Supplied records:
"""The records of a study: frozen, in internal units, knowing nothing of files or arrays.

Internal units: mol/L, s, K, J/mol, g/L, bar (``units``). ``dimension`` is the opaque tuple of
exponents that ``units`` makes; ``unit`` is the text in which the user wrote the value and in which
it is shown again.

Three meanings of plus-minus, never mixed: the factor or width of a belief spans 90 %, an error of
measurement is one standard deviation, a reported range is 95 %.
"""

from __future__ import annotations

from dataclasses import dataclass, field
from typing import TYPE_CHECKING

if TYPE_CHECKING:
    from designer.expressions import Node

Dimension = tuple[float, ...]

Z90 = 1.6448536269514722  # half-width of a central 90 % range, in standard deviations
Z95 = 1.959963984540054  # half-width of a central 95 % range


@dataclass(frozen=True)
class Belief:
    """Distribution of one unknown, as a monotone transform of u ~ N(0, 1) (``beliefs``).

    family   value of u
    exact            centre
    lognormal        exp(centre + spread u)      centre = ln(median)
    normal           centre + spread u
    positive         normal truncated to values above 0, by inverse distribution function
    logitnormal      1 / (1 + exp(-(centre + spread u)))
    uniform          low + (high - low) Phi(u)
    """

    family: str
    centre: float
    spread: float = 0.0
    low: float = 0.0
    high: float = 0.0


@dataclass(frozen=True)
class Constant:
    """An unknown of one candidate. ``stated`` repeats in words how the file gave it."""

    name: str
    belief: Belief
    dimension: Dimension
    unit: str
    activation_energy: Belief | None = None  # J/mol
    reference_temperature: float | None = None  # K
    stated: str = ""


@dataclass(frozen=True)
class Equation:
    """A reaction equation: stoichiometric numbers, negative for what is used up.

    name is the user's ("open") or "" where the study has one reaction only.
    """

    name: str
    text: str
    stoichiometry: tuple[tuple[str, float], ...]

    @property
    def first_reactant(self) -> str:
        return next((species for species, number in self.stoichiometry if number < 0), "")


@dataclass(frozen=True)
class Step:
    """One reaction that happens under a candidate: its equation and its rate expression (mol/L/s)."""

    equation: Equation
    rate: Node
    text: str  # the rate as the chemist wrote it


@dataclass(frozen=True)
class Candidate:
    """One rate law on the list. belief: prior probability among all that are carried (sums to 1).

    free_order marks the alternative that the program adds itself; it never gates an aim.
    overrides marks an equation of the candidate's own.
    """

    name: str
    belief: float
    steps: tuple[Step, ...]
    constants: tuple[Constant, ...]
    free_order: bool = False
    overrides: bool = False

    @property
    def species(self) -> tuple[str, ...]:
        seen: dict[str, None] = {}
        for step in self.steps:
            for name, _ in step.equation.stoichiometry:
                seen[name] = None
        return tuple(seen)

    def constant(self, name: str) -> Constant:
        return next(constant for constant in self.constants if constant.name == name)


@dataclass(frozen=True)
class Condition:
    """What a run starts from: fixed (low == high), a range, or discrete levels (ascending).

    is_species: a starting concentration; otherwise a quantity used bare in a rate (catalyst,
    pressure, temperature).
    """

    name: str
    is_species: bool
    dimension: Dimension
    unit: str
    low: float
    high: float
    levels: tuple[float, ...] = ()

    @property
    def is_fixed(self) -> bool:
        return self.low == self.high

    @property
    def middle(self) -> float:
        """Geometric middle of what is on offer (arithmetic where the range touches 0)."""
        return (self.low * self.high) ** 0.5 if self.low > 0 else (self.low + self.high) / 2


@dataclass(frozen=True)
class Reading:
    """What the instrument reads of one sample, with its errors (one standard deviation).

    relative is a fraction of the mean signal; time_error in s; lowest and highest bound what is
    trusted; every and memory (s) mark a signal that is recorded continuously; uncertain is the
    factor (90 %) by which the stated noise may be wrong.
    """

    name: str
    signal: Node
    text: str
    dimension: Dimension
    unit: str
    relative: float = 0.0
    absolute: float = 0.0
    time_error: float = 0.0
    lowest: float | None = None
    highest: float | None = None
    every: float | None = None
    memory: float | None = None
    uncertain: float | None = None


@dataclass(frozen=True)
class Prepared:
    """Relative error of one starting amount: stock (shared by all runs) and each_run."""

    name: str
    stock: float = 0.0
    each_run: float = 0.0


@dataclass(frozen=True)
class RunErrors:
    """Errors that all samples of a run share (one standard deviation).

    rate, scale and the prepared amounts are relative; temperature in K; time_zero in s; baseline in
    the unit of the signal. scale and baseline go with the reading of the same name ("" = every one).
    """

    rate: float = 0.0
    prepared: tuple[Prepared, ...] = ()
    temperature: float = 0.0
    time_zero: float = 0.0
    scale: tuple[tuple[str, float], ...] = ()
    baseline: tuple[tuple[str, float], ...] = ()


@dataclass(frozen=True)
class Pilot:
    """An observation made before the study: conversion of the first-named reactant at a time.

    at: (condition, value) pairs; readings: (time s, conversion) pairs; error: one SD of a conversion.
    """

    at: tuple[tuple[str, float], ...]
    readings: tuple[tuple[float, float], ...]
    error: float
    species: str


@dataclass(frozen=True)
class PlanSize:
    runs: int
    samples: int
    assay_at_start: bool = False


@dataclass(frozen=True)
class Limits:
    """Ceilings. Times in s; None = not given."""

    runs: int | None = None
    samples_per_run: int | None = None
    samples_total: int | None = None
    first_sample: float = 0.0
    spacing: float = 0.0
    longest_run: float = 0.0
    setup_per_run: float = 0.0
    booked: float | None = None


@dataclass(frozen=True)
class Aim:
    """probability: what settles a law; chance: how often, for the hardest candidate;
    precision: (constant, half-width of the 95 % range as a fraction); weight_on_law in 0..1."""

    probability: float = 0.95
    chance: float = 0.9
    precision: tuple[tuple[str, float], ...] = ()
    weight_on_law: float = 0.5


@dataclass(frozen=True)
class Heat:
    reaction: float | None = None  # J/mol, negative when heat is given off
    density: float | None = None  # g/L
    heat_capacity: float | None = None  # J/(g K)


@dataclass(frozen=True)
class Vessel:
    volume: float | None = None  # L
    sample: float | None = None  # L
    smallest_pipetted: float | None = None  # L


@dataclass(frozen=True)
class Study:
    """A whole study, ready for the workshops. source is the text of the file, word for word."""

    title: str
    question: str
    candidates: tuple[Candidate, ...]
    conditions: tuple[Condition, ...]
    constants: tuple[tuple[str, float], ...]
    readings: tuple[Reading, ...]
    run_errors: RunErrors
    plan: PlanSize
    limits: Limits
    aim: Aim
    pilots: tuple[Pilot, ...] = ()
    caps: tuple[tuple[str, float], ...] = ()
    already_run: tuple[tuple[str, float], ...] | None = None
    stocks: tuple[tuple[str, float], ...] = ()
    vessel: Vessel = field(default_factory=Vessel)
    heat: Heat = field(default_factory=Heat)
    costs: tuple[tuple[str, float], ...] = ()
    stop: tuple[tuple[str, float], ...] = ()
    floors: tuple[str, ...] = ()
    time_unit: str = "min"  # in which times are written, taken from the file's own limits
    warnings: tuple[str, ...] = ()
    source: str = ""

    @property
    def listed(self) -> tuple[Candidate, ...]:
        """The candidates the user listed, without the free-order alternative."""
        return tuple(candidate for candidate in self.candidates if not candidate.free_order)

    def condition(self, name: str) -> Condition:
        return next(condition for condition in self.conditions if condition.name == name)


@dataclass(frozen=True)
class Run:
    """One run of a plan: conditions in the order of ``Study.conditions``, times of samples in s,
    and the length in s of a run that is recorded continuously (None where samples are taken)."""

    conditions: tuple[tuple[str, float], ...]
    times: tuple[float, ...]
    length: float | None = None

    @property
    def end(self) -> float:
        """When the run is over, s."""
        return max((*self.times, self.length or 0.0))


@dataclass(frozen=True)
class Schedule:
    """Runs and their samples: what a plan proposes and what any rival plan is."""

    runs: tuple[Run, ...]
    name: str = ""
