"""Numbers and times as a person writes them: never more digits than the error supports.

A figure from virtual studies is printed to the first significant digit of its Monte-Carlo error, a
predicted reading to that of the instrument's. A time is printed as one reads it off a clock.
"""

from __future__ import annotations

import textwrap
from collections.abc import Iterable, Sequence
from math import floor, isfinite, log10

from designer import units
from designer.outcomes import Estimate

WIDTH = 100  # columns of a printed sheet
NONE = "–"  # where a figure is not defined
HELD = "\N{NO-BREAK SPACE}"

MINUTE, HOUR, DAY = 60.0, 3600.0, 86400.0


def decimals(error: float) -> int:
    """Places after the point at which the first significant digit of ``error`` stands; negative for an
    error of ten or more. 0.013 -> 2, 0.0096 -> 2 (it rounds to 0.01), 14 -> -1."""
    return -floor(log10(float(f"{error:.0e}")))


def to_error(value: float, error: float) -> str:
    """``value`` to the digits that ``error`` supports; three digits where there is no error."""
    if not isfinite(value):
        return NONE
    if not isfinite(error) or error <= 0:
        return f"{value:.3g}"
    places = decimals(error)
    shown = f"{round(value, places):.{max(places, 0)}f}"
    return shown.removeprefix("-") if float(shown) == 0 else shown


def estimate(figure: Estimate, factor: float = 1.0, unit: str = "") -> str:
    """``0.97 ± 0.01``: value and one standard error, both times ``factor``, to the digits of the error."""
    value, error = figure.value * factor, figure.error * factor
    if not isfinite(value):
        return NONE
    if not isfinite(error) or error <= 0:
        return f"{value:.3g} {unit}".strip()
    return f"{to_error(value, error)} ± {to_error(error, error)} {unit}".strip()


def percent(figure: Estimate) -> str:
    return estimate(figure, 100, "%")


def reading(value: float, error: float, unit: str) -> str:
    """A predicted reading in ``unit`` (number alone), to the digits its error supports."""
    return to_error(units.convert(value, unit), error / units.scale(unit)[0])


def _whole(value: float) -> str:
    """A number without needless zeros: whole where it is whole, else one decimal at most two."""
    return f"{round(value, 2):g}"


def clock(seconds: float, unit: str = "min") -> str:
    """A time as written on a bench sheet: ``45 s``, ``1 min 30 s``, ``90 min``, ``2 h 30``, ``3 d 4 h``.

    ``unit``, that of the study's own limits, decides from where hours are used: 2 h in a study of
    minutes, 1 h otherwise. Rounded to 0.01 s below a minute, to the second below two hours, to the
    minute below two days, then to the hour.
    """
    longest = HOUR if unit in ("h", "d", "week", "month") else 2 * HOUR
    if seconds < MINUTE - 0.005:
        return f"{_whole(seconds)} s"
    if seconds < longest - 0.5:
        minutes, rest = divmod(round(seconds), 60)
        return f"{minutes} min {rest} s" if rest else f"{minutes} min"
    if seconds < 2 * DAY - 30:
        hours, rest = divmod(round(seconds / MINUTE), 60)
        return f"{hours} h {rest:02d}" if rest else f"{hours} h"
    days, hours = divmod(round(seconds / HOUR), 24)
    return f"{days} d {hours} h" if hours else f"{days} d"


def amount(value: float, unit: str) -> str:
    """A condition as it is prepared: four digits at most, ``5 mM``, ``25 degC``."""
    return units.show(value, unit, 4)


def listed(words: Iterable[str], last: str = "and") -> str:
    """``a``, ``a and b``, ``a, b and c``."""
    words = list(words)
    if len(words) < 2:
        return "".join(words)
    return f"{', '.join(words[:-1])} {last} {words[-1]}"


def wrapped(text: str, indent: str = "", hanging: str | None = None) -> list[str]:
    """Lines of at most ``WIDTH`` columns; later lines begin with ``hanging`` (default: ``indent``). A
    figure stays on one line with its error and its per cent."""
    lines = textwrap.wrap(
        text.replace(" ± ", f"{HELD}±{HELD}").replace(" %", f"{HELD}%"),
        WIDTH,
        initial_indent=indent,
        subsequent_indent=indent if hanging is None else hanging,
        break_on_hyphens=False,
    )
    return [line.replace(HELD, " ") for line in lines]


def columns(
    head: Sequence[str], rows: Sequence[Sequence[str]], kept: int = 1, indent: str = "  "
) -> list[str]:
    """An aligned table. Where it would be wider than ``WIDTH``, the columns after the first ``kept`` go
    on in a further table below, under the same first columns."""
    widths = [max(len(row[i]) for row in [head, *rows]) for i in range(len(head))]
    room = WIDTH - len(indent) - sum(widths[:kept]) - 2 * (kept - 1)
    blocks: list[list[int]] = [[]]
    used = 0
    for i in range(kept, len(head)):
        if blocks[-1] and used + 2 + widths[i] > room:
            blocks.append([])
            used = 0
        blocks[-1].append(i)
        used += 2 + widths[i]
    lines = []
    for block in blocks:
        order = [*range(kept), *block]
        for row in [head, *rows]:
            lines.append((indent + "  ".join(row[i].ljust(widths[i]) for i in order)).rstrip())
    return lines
---
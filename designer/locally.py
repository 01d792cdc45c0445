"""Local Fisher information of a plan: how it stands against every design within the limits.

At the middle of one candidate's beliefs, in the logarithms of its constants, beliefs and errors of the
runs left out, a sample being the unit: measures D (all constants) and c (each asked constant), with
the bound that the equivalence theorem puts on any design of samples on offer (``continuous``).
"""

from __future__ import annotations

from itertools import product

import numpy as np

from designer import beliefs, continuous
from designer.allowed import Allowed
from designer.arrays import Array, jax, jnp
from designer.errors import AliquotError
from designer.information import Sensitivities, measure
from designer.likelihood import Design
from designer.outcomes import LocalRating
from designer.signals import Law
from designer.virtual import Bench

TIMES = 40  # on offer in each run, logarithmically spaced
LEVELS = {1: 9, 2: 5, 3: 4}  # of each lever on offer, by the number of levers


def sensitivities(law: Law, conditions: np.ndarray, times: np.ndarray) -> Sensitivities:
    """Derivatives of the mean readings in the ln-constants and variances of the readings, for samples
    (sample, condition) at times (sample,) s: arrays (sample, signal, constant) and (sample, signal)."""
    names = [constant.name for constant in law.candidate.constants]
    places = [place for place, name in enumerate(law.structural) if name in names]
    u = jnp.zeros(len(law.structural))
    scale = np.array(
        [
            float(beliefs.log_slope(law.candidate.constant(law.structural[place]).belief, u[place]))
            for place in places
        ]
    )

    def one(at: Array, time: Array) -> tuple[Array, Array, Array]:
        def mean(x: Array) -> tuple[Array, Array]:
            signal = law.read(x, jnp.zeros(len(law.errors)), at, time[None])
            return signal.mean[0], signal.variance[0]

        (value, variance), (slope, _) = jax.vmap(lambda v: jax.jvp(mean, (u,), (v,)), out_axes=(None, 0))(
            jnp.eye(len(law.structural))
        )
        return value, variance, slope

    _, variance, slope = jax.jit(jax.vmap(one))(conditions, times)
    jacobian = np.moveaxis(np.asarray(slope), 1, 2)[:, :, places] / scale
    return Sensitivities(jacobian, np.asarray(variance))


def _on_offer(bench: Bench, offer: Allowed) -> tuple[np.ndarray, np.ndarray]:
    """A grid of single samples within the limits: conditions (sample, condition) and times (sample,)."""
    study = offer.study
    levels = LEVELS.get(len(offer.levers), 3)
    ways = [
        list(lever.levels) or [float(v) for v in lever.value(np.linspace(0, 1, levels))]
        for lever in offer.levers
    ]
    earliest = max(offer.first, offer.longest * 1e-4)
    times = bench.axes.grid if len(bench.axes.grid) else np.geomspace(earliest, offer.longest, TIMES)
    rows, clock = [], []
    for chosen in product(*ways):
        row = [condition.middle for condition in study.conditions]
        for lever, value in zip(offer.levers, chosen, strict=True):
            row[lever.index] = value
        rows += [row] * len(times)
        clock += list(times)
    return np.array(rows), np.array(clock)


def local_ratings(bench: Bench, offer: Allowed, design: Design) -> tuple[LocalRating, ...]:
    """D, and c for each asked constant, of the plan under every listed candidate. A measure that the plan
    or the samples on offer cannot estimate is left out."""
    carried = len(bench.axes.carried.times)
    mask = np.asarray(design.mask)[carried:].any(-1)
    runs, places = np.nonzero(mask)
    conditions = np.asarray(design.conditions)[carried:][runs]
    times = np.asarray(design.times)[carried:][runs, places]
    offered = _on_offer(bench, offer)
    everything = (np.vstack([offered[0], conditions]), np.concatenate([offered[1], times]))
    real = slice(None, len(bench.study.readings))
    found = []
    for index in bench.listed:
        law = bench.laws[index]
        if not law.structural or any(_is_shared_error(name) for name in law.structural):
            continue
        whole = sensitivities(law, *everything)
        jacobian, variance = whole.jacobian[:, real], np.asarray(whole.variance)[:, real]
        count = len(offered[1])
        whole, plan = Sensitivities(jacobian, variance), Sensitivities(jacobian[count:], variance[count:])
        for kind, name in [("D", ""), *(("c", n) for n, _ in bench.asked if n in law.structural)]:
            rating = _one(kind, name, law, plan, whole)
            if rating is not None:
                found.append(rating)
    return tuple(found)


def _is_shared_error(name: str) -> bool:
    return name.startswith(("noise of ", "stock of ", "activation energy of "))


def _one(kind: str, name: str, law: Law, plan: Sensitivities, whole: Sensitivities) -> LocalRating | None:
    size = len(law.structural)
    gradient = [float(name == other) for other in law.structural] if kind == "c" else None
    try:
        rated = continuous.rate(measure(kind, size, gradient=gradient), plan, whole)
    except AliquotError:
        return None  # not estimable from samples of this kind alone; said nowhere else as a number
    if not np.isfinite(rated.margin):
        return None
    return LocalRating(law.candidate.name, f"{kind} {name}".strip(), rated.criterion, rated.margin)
--
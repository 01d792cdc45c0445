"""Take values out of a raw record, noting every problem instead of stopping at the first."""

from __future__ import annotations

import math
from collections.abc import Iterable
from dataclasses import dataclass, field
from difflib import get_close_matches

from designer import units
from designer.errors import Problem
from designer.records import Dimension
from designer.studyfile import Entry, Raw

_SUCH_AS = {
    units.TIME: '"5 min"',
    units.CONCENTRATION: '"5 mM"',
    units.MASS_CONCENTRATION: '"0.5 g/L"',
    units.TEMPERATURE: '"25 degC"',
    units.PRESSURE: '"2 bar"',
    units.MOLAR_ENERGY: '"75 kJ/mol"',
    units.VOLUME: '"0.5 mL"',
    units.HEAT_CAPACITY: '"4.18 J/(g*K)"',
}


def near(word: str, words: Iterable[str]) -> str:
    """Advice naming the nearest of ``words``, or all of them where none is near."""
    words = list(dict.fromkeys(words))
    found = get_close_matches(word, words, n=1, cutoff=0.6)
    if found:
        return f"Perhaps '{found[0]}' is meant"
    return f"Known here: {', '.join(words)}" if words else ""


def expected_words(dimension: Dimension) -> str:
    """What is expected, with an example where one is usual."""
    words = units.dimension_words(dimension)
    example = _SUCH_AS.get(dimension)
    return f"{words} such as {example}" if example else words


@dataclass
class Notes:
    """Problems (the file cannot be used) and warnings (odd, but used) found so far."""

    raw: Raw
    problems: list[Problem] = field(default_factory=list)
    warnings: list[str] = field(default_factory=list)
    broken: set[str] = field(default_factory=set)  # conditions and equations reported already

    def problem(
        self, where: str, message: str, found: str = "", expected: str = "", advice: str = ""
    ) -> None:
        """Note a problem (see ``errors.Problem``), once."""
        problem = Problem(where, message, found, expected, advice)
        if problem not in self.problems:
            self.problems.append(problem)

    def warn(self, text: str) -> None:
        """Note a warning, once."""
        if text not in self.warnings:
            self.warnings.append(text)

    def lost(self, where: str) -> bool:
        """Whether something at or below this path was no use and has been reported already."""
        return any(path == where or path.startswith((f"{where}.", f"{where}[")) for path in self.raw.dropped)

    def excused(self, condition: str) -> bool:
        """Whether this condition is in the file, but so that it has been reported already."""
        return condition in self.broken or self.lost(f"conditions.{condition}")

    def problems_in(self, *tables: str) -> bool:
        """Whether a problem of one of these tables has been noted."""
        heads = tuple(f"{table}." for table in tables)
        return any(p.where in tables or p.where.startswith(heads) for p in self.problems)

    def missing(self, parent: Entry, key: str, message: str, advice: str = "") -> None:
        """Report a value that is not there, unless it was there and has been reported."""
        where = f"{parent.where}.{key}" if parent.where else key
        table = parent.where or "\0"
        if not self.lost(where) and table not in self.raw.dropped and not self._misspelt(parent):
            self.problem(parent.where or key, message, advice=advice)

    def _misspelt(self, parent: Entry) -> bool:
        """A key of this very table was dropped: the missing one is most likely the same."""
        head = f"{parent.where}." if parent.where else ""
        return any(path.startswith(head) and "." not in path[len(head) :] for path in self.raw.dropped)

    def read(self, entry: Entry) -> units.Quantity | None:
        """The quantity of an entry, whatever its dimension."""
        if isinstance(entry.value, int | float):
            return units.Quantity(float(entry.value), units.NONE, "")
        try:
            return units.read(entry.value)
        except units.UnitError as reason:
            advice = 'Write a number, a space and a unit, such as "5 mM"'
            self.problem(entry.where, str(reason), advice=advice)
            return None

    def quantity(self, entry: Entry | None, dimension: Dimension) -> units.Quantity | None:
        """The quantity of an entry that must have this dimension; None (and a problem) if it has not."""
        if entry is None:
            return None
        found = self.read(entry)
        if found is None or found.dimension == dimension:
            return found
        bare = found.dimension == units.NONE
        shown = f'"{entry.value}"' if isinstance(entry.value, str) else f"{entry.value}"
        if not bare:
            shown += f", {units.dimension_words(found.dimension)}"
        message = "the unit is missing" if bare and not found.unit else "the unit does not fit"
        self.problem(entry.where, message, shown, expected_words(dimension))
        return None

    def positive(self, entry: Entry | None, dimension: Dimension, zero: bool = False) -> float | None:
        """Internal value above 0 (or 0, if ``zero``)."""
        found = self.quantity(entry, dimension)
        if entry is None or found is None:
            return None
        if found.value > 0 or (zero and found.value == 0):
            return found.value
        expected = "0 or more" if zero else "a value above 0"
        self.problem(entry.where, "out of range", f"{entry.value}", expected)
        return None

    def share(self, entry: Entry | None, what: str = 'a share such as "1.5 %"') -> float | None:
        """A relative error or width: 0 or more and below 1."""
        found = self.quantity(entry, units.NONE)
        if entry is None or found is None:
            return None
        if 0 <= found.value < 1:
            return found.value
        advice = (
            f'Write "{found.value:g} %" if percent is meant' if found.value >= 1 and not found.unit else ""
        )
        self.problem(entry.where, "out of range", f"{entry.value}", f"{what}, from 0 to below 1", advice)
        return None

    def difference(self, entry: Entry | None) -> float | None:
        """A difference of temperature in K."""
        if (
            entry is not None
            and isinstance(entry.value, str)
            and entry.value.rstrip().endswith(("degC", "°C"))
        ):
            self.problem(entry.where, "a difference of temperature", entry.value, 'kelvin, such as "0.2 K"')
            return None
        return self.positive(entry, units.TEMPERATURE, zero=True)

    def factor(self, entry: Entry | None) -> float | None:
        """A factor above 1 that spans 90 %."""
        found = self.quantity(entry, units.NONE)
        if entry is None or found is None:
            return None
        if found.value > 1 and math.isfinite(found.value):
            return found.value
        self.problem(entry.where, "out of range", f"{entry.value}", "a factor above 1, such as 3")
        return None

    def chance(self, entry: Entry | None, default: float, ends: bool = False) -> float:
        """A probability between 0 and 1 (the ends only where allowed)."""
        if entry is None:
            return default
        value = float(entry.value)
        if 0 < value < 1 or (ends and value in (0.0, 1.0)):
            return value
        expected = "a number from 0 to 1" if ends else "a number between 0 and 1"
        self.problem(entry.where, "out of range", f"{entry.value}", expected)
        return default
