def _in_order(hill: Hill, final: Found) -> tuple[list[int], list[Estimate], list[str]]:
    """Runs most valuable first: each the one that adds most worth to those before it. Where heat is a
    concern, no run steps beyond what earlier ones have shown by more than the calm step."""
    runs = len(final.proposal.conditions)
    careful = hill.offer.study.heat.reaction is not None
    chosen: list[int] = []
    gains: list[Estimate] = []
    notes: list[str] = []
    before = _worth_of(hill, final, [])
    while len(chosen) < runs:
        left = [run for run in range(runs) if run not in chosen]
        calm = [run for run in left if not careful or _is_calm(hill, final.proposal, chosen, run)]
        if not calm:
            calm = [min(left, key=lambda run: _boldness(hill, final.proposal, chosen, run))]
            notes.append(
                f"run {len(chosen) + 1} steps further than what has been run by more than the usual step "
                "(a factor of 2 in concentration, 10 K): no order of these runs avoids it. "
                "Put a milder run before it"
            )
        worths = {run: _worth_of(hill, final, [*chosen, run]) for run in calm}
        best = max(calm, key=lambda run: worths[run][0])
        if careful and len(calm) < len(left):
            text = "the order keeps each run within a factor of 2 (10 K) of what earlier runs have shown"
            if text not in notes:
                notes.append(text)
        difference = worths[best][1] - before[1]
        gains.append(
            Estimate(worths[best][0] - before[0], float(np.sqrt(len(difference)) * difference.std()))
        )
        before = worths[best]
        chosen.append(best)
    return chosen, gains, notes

Assignment:
From the lines above, copy those that contain the word "these".

Task solution:
        """Whether a problem of one of these tables has been noted."""
                "(a factor of 2 in concentration, 10 K): no order of these runs avoids it. "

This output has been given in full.